1984 anthology of short stories edited by Terry Carr

Universe 14 is an anthology of original science fiction short stories edited by Terry Carr, the fourteenth volume in the seventeen-volume Universe anthology series. It was first published in hardcover by Doubleday in June 1984, with a paperback edition from Tor Books in May 1986.
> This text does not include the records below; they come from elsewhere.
/** The estimators find again what simulated sessions were made with, within stated tolerances. */
import { describe, expect, test } from 'vitest';
import { individual } from '../../hardware-sim/animal/individual.js';
import { ANIMAL, type AnimalParameters } from '../../hardware-sim/animal/parameters.js';
import { type Estimate, estimate } from '../../server/rehearse/fit/estimate.js';
import { observe } from '../../server/rehearse/fit/observe.js';
import { simulatedSession } from './simulated.js';

type Key = keyof AnimalParameters;
/** Hours of session are simulated: many seconds on a busy machine. */
const SLOW = { timeout: 120_000 };

function fitted(animal: AnimalParameters, trained: boolean, sessions: number, minutes = 25) {
  const observed = Array.from({ length: sessions }, (_, n) =>
    observe(simulatedSession({ subject: 'a', seed: n + 1, trained, minutes, animal }), 1200),
  );
  return new Map(estimate(observed).map((found): [Key, Estimate] => [found.key, found]));
}

/** Largest error that is accepted, as a share of the true value. */
const TOLERANCE: Partial<Record<Key, number>> = {
  slowestCruiseCmPerS: 0.1,
  fastestCruiseCmPerS: 0.1,
  boutS: 0.25,
  pauseS: 0.2,
  groomChance: 0.4,
  backChance: 0.4,
  burstCmPerS: 0.1,
  burstChance: 0.4,
  slowestLickHz: 0.05,
  fastestLickHz: 0.05,
  shortestContactMs: 0.1,
  longestContactMs: 0.05,
  dryLicks: 0.25,
  drinkLicks: 0.1,
  drinkS: 0.2,
  anticipationCm: 0.1,
  spoutCmPerS: 0.3,
  slowingCm: 0.3,
  trainedBoutsPerS: 0.4,
};

const OTHER: AnimalParameters = {
  ...ANIMAL,
  ...{ boutS: 15, pauseS: 4, slowestCruiseCmPerS: 10, fastestCruiseCmPerS: 18 },
  ...{ slowestLickHz: 6.5, fastestLickHz: 7.5, shortestContactMs: 25, longestContactMs: 60 },
  ...{ spoutCmPerS: 8, slowingCm: 35, anticipationCm: 14, drinkS: 2.4, drinkLicks: 18 },
  ...{ dryLicks: 6, trainedBoutsPerS: 0.03, groomChance: 0.15, backChance: 0.15, burstCmPerS: 55 },
};

describe('the fit of a trained animal', SLOW, () => {
  test.each([
    ['the usual one', ANIMAL],
    ['another one', OTHER],
  ])('finds the parameters of %s', (_, animal) => {
    const found = fitted(animal, true, 5);
    for (const [key, tolerance] of Object.entries(TOLERANCE) as [Key, number][]) {
      const error = found.get(key)!.value / animal[key] - 1;
      expect(Math.abs(error), `${key}: ${found.get(key)!.value}`).toBeLessThan(tolerance);
    }
  });
});

describe('the fit of a naive animal', SLOW, () => {
  const slow = { ...ANIMAL, naiveMissChance: 0, naiveBoutsPerS: 0.5, learningPerDrop: 0.03 };
  test.each([
    ['as fast as usual', { ...ANIMAL, naiveMissChance: 0 }],
    ['slowly', slow],
  ])('finds how much it licks and how fast it learns, learning %s', (_, animal) => {
    const found = fitted(animal, false, 9, 15);
    for (const key of ['naiveBoutsPerS', 'learningPerDrop'] as const) {
      const error = found.get(key)!.value / animal[key] - 1;
      expect(Math.abs(error), `${key}: ${found.get(key)!.value}`).toBeLessThan(0.5);
    }
  });
});

describe('the fit of several animals', SLOW, () => {
  const of = (kind: AnimalParameters) => {
    const observed = Array.from({ length: 12 }, (_, n) => {
      const animal = individual(kind, n);
      const subject = `animal ${n}`;
      return observe(
        simulatedSession({ subject, seed: n + 1, trained: true, minutes: 6, animal }),
        1200,
      );
    });
    return estimate(observed).find(({ key }) => key === 'betweenAnimals')!.value;
  };

  test('tells animals that differ from animals that do not', () => {
    const alike = of({ ...ANIMAL, betweenAnimals: 0 });
    const unlike = of({ ...ANIMAL, betweenAnimals: 0.3 });
    expect(alike).toBeLessThan(0.1);
    expect(unlike).toBeGreaterThan(0.15);
    expect(unlike).toBeLessThan(0.5);
  });

  test('says nothing from too few bouts, licks or animals', () => {
    const one = simulatedSession({
      ...{ subject: 'a', seed: 1, trained: true, minutes: 1, animal: ANIMAL },
    });
    const keys = estimate([observe(one, 1200)]).map(({ key }) => key);
    expect(keys).not.toContain('betweenAnimals');
    expect(keys).not.toContain('groomChance');
    expect(keys).not.toContain('boutS');
  });
});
The book collects ten novelettes and short stories by various science fiction authors.

==Contents==
- "The Lucky Strike" (Kim Stanley Robinson)
- "Gate of Horn, Gate of Ivory" (Robert Silverberg)
- "Passing as a Flower in the City of the Dead" (Sharon N. Farber)
- "O" (Damon Knight)
- "Art in the War Zone" (Pat Murphy)
- "Interlocking Pieces" (Molly Gloss)
- "The Menagerie of Babel" (Carter Scholz)
- "Deadtime" (Joel Richards)
- "Me/Days" (Gregory Benford)
- "Black Coral" (Lucius Shepard)

==Awards==
The anthology placed second in the 1985 Locus Poll Award for Best Anthology.

"The Lucky Strike" was nominated for the 1985 SF Chronicle Award, Hugo Award, and Nebula Award, and placed fourth in the 1985 Locus Poll Award, in each instance for Best Novelette.

"Black Coral" placed tenth in the 1985 Locus Poll Award for Best Novelette.